Pour ce qui est de l'usage, cela dépend bien sûr du contexte.


----------



## Aoyama

> faire des courses" est pour dire "acheter quelque chose pour manger"


Comme l'a bien expliqué Itka (reprise par Nico), c'est ici *faire les courses* qui serait utilisé, *les* article défini (opposé à *des* indéfini, les courses étant "indéfinies"), les courses étant _définies _"ce dont on a besoin tous les jours ou fréquemment" (boissons, nourriture, produits de consommation courante ).
Pour *achat(s)* et *course(s)* , je pense que l'on peut aussi prendre les deux mots par leur étymologie : achat / acheter, courses / courir mais aussi idée de _trajet circulaire _.
Des _achats _insisterait sur l'idée d'acheter (dans un grand magasin, assez loin de son domicile), des _courses_ insisterait sur l'idée de (relative) proximité, même si différent de _les courses_ , eux aussi supposant une proximité mais impliquant un contenu plus limité.
Mais, ceci dit, les enquêtes de marketing parlent bien " d'achats de proximité" (comme de "commerces de proximité").


----------



## ChrisPa

pour moi, faire des/les courses, c'est quand je vais au supermarché pour remplir mes placards de provision
comme Nicomon, je ne dirai jamais "je vais faire des achats.." (et même rarement "j'ai fait des achats" mais je pourrais)


----------



## Grégoire Samsa

Je crois aussi que "faire des courses" implique un déplacement, et peut s'utiliser tout seul : "je vais faire des/les courses, j'ai fait les /des courses", sans plus de précisions.

En revanche, employer "faire des achats" tout seul, au passé ou au futur me semble bizarre. On peut pourtant *se déplacer* pour faire des achats de dernière minute "j'ai parcouru toute la ville ce matin et j'ai fait des achats inconsidérés". Donc, à mon humble avis, ce qui distingue "faire des achats" de "faire des courses" n'est pas tant l'aspect statique ou dynamique de l'action que la nécessité de qualifier "faire des achats" quand on exprime le futur ou le passé. En revanche, le présent à valeur générale ne demande pas de précision particulière : "sur internet, on peut faire des achats".


----------



## Aoyama

> "sur internet, on peut faire des achats".

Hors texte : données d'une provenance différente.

// Package model is what a calculation means: materials, sections, cases,
// levels and members with every name resolved and every unit checked. All
// quantities are in coherent SI units (m, N, Pa, kg, rad).
package model

import (
	"kern/checker/action"
	"kern/checker/catalogue"
	"kern/checker/derivation"
	"kern/checker/section"
	"kern/lang"
	"kern/lang/unit"
)

// Calculation is one root file with all that it includes.
type Calculation struct {
	Root    string
	Files   []*lang.File
	Env     *Env
	Members []*Member // in the order of the files and of the lines
}

// Env is what the members of a calculation share.
type Env struct {
	Project      Project
	Basis        Basis
	Names        map[string]*Named
	Cases        []*Case
	Levels       []*Level
	Materials    []*Material
	Sections     []*Section
	Combinations []Combination // written out in the text, by name
	Values       lang.Values

	// Automatic are the combinations for ultimate limit states that the actions
	// standard makes; empty when there is none or when it could not (then Refused
	// says why).
	Automatic []Combination
	Refused   string
	// Exclusive are groups of cases, by index, of which one acts at a time.
	Exclusive [][]int
	// Assumed is what is assumed about the combinations, for every member.
	Assumed []string
	// SelfWeight is the index of the case that self-weight belongs to; it is a
	// case of its own, the last, when the calculation has no permanent case.
	SelfWeight int

	// Linked is set when a member may use the result of another.
	Linked bool

	Problems []lang.Diagnostic
	decls    []*lang.Decl // the declarations that made it, for comparison with a later text
	members  []*lang.Decl

	definitions []*Named
	service     func() []Combination // made when they are asked for first

	offer     map[NameKind][]string // the names of each kind, for offers
	imported  map[string]*Imported  // by member
	unread    []string              // forces statements whose tables could not be read
	late      []*lang.Value         // values that lean on results of members
	settled   map[*lang.Value]unit.Quantity
	results   Results
	caseNames []*Named // of each case; nil for those that nobody declared
}

// NameKind is what a name stands for.
type NameKind uint8

// What a name can stand for.
const (
	ValueName NameKind = iota
	MaterialName
	SectionName
	CaseName
	CombinationName
	LevelName
	MemberName
)

// String names the kind with its article.
func (k NameKind) String() string {
	return [...]string{"a value", "a material", "a section", "a load case", "a combination", "a level", "a member"}[k]
}

// Named is a name with where it was given.
type Named struct {
	Name  string
	Kind  NameKind
	Place lang.Place
	Stmt  *lang.Stmt
	Index int // into the Env's list of its kind
	Bad   bool
	// Twice is set when something else claims the name: nobody can tell which is
	// meant, so whoever uses it has no result.
	Twice bool
}

// Basis is the design basis.
type Basis struct {
	Stated      bool // there is a basis block
	Place       lang.Place
	Standard    string // "" when not stated
	StandardAt  lang.Place
	Method      string // of a standard that has several: "LRFD" or "ASD"
	Annex       string
	Actions     string     // "" when not stated
	ActionsAt   lang.Place // of ASCE/SEI 7 alone; Equation is its method
	Equation    string
	Combining   Combining
	Show        derivation.Units
	Overrides   map[string]Override // gamma_M0, factor_yield, …
	Recommended bool                // effective lengths: recommended design values
	SelfWeight  bool
	TableFy     bool // strengths from EN 1993-1-1 Table 3.1 rather than the product standard
	Nominal     bool // moments of loads off the centroid are nominal ones
	Reduction   Reduction
	Direct      bool // stability by the direct analysis method of ANSI/AISC 360 chapter C
	DirectAt    lang.Place
	Simple      bool // amplification 1/(1 - N/N_cr) for every moment diagram
	Exact       bool // critical loads of the whole member instead of effective lengths
	Imperfect   bool // members that can sway carry the forces of a sway imperfection
}

// Basic tells whether loads are combined by ASCE/SEI 7.
func (b *Basis) Basic() bool { return b.Actions == basicStandard }

// Override is a number of the standard that the calculation replaces.
type Override struct {
	Value   float64
	Because string
	Place   lang.Place
}

// Material is a steel grade or a material with stated values.
type Material struct {
	Name    string
	Place   lang.Place
	Grade   *catalogue.Grade // nil for stated values
	E, G    float64          // Pa
	Nu      float64          // Poisson's ratio; 0 when G is stated by itself
	Density float64          // kg/m3; NaN when not known
	Fy, Fu  float64          // Pa, of stated values; NaN when not known
	// Stronger is a factor on the strengths, with which sensitivities are found; 0 for
	// none. No text can say it.
	Stronger float64
	Assumed  []string
	Bad      bool
}

// StrengthOf is Strength for a section: an American grade depends on the form of
// the product besides the thickness.
func (m *Material) StrengthOf(s *Section, table31 bool) (fy, fu float64, source string, ok bool) {
	if m.Grade == nil || !m.Grade.American() {
		return m.Strength(s.Thickness, table31)
	}
	own, ok := m.Grade.For(s.Shape)
	if !ok {
		return unknown, unknown, "", false
	}
	of := *m
	of.Grade = &own
	return of.Strength(s.Thickness, table31)
}

// Strength is the yield and ultimate strength for a thickness in metres, and
// the row of the table it comes from. It is false when there is none. See
// StrengthOf for the strength in a section.
func (m *Material) Strength(thickness float64, table31 bool) (fy, fu float64, source string, ok bool) {
	if m.Stronger > 0 {
		plain := *m
		plain.Stronger = 0
		fy, fu, source, ok = plain.Strength(thickness, table31)
		return fy * m.Stronger, fu * m.Stronger, source, ok
	}
	if m.Grade == nil {
		return m.Fy, m.Fu, "stated", m.Fy > 0
	}
	if table31 {
		fy, fu, row, ok := m.Grade.Table31(thickness)
		return fy, fu, "EN 1993-1-1 Table 3.1, " + m.Grade.Name + ", " + row, ok
	}
	fy, fu, row, ok := m.Grade.Strength(thickness)
	return fy, fu, m.Grade.Standard + ", " + m.Grade.Name + ", " + row, ok
}

// Title is how a derivation names the material.
func (m *Material) Title() string {
	if m.Grade != nil {
		return m.Grade.Name
	}
	return m.Name
}

// Section is a cross-section with its computed properties.
type Section struct {
	Name        string
	Place       lang.Place
	Designation string // catalogue name, "" otherwise
	Standard    string // product standard, "" otherwise
	Shape       section.Shape
	section.Properties
	// Thickness decides the strength of a grade: the thickest part, m; NaN when
	// not known.
	Thickness float64
	// CurveMajor and CurveMinor are stated buckling curves ("" to look them up).
	CurveMajor, CurveMinor string
	CornerStated           bool // the corner radius of a tube is given, not that of a product standard
	Class                  int  // stated cross-section class, 0 to determine it
	Assumed                []string
	Bad                    bool
}

// Title is how a derivation names the section.
func (s *Section) Title() string {
	if s.Designation != "" {
		return s.Designation
	}
	return s.Name
}

// Case is a load case with where it was declared.
type Case struct {
	action.Case
	Place   lang.Place
	Given   string // the category as written
	Because string // why the case states psi values of its own
	Bad     bool
}

// Level is a height with the pressures on its floor.
type Level struct {
	Name      string
	At        float64 // m
	Place     lang.Place
	Pressures []Pressure
	Bad       bool
}

// Pressure is a load on each square metre of a level.
type Pressure struct {
	Case  int
	Value float64 // Pa
	Place lang.Place
}

// Combination is a combination with where it was declared (a nil declaration
// for automatic ones).
type Combination struct {
	action.Combination
	Label string // the name given in the text
	Place lang.Place
}

// Kind is what sort of member it is.
type Kind uint8

// The kinds of member.
const (
	Column Kind = iota
	Strut
	Tie
)

// String is the kind's word in the language.
func (k Kind) String() string { return [...]string{"column", "strut", "tie"}[k] }

// Axis is a bending axis of a member.
type Axis uint8

// The axes of a member.
const (
	Major Axis = iota
	Minor
)

// String is the axis's word in the language.
func (a Axis) String() string { return [...]string{"major", "minor"}[a] }

// Member is a column, strut or tie, ready to be checked.
type Member struct {
	Name, Title string
	Kind        Kind
	Decl        *lang.Decl
	NameSpan    lang.Span
	Stmt        *lang.Stmt

	Section   *Section
	Material  *Material
	SectionAt lang.Place
	MaterialAt,
	HeightAt lang.Place

	// Net is the area that holes leave, m2 (EN 1993-1-1 6.2.2.2); NaN when it is not
	// stated.
	Net   float64
	NetAt lang.Place
	// Lifts are the parts of the height with a section and material of their own,
	// from the base up and without gaps; none for a member of one section.
	Lifts     []Lift
	Height    float64 // m
	From      float64 // height of the base above datum, m
	Levels    bool    // it stands between levels: From is known
	Base, Top [2]action.End
	// BaseSpring and TopSpring hold the ends besides Base and Top, about each axis.
	BaseSpring, TopSpring [2]Spring
	Holds                 []Hold
	Exact                 bool              // critical loads of the whole member instead of effective lengths
	Imperfect             bool              // carries the forces of a sway imperfection where it can sway
	Joints                [2]*action.Joints // stiffness ratios of rigid joints: major, minor; nil for none
	Connectors            Connectors        // of a pair of angles
	Leg                   Leg               // the leg by which a single angle is connected
	Factor                [3]float64        // effective length factors of the user: major, minor, twist; 0 for none
	Loads                 []Load
	Imported              *Imported // forces from a table in place of loads; nil for none
	Weight                bool      // self-weight counts
	Nominal               bool      // moments of loads off the centroid are those of simple construction
	Reduction             Reduction

	Limits   Limits
	Requires []Require
	Departs  []Departure
	Notes    []string

	Assumed []string
	// Missing is why the member cannot be judged; its checks are then undecided.
	Missing []string
	Uses    []*Named
	As      *lang.Decl // the declaration it leans on, nil for none

	Problems []lang.Diagnostic
}

// Connectors are what connects the two angles of a pair between its ends.
type Connectors struct {
	Every float64 // distance between them, m; 0 when it is not stated
	Kind  string  // "welded", "pretensioned" or "snug"
	Place lang.Place
}

// Snug tells whether the connectors are bolts that are not pretensioned, which
// slip.
func (c Connectors) Snug() bool { return c.Kind == "snug" }

// Leg is the leg by which a single angle is connected at both ends.
type Leg struct {
	Long, Short bool
	Space       bool // web member of a box or space truss
	Place       lang.Place
}

// Stated tells whether the member is an angle that is connected by one leg.
func (l Leg) Stated() bool { return l.Long || l.Short }

// Hold is a point between the ends where the member is restrained.
type Hold struct {
	At                  float64 // height above the base, m
	Major, Minor, Twist bool
	Stiffness           float64 // of a spring, N/m; 0 for a rigid hold
	Place               lang.Place
}

// About tells whether the hold keeps the member from moving sideways where it
// bends about an axis.
func (h Hold) About(a Axis) bool { return a == Major && h.Major || a == Minor && h.Minor }

// Spring is an elastic hold of an end about one axis.
type Spring struct {
	Lateral float64 // against moving sideways, N/m; 0 for none
	Turning float64 // against turning, Nm/rad; 0 for none
}

// Sprung tells whether a spring holds the member about an axis.
func (m *Member) Sprung(a Axis) bool {
	for _, h := range m.Holds {
		if h.About(a) && h.Stiffness > 0 {
			return true
		}
	}
	return m.BaseSpring[a] != Spring{} || m.TopSpring[a] != Spring{}
}

// Sways tells whether an end of the member can move sideways about an axis.
func (m *Member) Sways(a Axis) bool { return !m.Base[a].Held() || !m.Top[a].Held() }

// RigidHolds are the heights of the holds about an axis that do not give, from
// the base up, m.
func (m *Member) RigidHolds(a Axis) []float64 {
	var out []float64
	for _, h := range m.Holds {
		if h.About(a) && h.Stiffness == 0 {
			out = append(out, h.At)
		}
	}
	return out
}

// LoadKind is how a load acts.
type LoadKind uint8

// The kinds of load.
const (
	AxialLoad LoadKind = iota // along the member, compression positive
	PointLoad                 // across the member
	LineLoad                  // across the member, per length
	EndMoment                 // a moment
)

// Load is one load of one case on a member.
type Load struct {
	Case   int
	Kind   LoadKind
	Value  float64 // N, N/m or Nm
	At, To float64 // heights above the base, m; To of a line load
	Axis   Axis    // of PointLoad, LineLoad and EndMoment
	// Offset is the distance of an axial load from the centroid: it bends the
	// member about the major and the minor axis, m.
	Offset [2]float64
	// Level and Area are the floor that an axial load comes from, m2; nil for a
	// load that is given as a force.
	Level *Level
	Area  float64
	Place lang.Place
}

// Limits are the bounds that a calculation sets itself; zero for none.
type Limits struct {
	Utilisation, Slenderness float64
	Sway, Deflection         Movement
	UtilisationAt            lang.Place
	SlendernessAt            lang.Place
}

// Movement is a limit of movements across the member.
type Movement struct {
	Limit float64 // of the movement of the top, m; 0 for none
	// Spans are the limits between the points that hold the member, m, in the order
	// of Member.Spans about each axis; nil for none.
	Spans [2][]float64
	Under action.Situation
	Place lang.Place
}

// Set tells whether there is such a limit.
func (l Movement) Set() bool { return l.Place.Decl != nil }

// Spans are the parts of the member between neighbouring points that something
// keeps in place about an axis, a spring too, from the base up, m; the whole
// member where there are no two of them.
func (m *Member) Spans(a Axis) [][2]float64 {
	var z []float64
	if m.Base[a].Held() || m.BaseSpring[a].Lateral > 0 {
		z = append(z, 0)
	}
	for _, h := range m.Holds {
		if h.About(a) {
			z = append(z, h.At)
		}
	}
	if m.Top[a].Held() || m.TopSpring[a].Lateral > 0 {
		z = append(z, m.Height)
	}
	if len(z) < 2 {
		return [][2]float64{{0, m.Height}}
	}
	var out [][2]float64
	for i := range len(z) - 1 {
		out = append(out, [2]float64{z[i], z[i+1]})
	}
	return out
}

// Require is a condition on a result.
type Require struct {
	Symbol   string
	Compare  string // < <= > >=
	Quantity unit.Quantity
	Value    *lang.Expr // what Quantity was written as
	Because  string
	Place    lang.Place
	SymbolAt lang.Span
}

// Departure is a rule that the member is allowed to break, with the reason.
type Departure struct {
	Rule, Because string
	Place         lang.Place
}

On ne pourra pas "faire les/des courses" sur internet, mais on pourra (y) "faire ses courses" (et être livré) ...


----------



## Grégoire Samsa

Eh bien moi je *fais des achats* sur internet, et je maintiens qu'il est tout à fait possible de s'exprimer ainsi, en bon français.


----------



## Punky Zoé

Anna-chonger said:


> "faire les courses" est alors synonyme de "faire les provisions" ?


 oui !



itka said:


> faire les provisions ne se dit pas.


Tu ne le dis peut-être pas Itka, mais ça se dit et le Trésor le confirme.

On dit faire les/des provisions comme on dit faire les/des courses.


----------



## Aoyama

> Eh bien moi je *fais des achats* sur internet, et je maintiens qu'il est tout à fait possible de s'exprimer ainsi, en bon français.


Sans problème.
Encore une fois, c'est la différence entre courses et achats qui est en question ici :


> On ne pourra pas "faire les/des courses" sur internet, mais on pourra (y) "faire ses courses" (et être livré) ...


----------



## Grégoire Samsa

Ah oui, pardon, vous avez raison, je me suis trompé, en fait vous apportez de l'eau au moulin (de la consommation) ! la distinction entre les deux se fait par la nature même des verbes et leur aspect (ce qui fait qu'ils s'incrivent dans un contexte et dans le temps).


----------



## syl johns

Bonjour
Je vois que le "thread" à commencé il y à fort longtemps, pourtant, je n'y vois pas l' expression *FAIRE SES ACHATS* reconnue comme courante, pourtant, elle est.
Mais c'est vrai je ne l'entends que pour cette période de l'année : Noel.

*Tu as déjà fais tes achats pour Noel? *

Et ces achats ne concernent pas les courses pour le réveillon, non, ce sont, et ce sont seulement que:
Les cadeaux que nous nous préparons à offrir.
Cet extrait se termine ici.